Only the lines below from the one containing "return flags" to the one containing "its hold. */" should be repeated, both included and unchanged.

++++ Exercise input ++++

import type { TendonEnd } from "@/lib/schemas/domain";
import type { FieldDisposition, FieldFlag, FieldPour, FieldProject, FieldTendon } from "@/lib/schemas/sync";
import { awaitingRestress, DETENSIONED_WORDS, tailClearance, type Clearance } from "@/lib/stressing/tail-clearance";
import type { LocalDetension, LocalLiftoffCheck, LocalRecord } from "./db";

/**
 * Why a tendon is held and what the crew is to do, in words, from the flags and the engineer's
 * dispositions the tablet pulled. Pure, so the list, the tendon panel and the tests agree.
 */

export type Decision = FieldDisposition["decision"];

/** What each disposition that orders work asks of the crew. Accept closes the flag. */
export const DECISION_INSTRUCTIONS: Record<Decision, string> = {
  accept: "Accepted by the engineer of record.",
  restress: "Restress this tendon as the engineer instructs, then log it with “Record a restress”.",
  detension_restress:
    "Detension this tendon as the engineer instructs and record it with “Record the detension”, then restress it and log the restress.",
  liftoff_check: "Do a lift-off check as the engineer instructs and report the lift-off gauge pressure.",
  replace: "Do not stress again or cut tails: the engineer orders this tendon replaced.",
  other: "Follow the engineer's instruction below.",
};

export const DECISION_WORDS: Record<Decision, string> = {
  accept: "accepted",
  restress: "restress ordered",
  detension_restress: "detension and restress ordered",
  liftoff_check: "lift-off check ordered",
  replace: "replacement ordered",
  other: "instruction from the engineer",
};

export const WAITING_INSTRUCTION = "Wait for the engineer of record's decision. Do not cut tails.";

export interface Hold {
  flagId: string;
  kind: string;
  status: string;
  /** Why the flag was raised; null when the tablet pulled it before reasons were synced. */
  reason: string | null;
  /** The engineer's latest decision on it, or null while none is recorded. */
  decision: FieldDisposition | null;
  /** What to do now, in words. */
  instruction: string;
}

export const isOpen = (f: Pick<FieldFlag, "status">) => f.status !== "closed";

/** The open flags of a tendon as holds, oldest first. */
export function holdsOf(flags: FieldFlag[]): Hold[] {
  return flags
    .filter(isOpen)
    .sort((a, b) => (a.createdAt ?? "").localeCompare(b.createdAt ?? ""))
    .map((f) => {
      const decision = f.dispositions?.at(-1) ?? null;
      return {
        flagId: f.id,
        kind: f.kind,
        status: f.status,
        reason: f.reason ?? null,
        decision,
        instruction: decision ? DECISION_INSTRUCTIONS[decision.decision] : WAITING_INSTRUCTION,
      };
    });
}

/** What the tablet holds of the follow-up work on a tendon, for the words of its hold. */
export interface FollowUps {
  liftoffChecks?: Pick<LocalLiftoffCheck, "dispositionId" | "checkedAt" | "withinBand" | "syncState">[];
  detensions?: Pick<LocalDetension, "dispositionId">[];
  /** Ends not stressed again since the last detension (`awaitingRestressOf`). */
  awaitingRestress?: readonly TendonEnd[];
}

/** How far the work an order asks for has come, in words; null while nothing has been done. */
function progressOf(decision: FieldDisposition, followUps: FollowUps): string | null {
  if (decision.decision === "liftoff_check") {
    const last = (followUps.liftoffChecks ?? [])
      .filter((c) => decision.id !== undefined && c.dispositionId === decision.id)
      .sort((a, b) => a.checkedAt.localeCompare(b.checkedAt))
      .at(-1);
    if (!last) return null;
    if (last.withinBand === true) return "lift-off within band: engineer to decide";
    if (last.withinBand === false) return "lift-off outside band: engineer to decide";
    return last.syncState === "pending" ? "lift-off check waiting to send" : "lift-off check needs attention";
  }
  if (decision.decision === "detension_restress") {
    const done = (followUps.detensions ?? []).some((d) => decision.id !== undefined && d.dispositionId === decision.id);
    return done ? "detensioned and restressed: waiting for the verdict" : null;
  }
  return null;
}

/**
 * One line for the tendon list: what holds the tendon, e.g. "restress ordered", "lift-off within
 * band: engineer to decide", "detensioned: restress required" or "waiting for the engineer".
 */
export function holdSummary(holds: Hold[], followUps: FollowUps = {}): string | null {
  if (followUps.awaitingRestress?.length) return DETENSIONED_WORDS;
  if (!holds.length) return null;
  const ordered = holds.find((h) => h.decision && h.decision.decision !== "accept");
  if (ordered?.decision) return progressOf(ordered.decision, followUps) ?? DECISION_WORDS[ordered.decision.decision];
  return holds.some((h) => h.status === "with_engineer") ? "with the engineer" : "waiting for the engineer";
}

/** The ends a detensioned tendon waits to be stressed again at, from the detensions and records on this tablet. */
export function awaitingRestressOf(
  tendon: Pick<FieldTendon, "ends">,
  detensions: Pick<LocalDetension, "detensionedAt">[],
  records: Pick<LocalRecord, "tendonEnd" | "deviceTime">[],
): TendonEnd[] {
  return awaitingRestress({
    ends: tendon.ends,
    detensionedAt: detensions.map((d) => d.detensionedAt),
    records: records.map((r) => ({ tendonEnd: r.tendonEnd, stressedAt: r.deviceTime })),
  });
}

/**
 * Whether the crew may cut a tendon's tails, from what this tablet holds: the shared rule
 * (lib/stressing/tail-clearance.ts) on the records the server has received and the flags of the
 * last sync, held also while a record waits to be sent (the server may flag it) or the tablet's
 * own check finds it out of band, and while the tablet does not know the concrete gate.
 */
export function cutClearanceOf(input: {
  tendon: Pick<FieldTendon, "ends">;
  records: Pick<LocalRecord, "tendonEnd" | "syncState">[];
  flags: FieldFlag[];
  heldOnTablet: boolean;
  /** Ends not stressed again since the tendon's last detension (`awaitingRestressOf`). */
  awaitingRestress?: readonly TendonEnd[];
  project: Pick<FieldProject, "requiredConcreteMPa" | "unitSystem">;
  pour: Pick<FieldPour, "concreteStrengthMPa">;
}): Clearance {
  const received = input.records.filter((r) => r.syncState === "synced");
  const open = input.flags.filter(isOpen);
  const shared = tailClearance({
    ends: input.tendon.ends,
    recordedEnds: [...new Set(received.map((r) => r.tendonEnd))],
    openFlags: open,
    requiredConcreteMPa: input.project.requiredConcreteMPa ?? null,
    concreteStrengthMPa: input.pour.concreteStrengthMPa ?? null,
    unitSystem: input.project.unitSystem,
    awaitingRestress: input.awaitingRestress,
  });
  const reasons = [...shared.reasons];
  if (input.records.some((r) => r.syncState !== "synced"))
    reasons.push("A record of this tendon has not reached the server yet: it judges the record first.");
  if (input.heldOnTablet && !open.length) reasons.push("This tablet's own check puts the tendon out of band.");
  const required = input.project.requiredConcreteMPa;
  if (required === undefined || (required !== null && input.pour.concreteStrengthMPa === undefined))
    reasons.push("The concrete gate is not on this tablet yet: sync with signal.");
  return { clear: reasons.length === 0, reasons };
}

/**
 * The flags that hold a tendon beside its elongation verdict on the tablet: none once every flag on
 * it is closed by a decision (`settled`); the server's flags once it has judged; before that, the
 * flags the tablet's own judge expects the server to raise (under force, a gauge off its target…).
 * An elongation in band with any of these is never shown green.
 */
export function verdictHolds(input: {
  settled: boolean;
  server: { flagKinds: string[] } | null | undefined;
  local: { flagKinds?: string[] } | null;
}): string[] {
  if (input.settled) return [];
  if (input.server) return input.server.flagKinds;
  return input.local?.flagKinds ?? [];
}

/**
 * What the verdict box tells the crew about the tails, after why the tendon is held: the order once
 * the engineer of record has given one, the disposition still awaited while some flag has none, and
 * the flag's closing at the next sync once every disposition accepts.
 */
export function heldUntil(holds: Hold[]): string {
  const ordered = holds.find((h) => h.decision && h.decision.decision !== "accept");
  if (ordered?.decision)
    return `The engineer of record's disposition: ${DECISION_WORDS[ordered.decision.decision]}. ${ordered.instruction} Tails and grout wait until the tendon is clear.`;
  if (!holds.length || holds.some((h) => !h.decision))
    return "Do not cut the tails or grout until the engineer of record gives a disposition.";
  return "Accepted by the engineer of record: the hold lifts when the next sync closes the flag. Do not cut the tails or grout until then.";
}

++++

#### Task answer
  return flags
    .filter(isOpen)
    .sort((a, b) => (a.createdAt ?? "").localeCompare(b.createdAt ?? ""))
    .map((f) => {
      const decision = f.dispositions?.at(-1) ?? null;
      return {
        flagId: f.id,
        kind: f.kind,
        status: f.status,
        reason: f.reason ?? null,
        decision,
        instruction: decision ? DECISION_INSTRUCTIONS[decision.decision] : WAITING_INSTRUCTION,
      };
    });
}

/** What the tablet holds of the follow-up work on a tendon, for the words of its hold. */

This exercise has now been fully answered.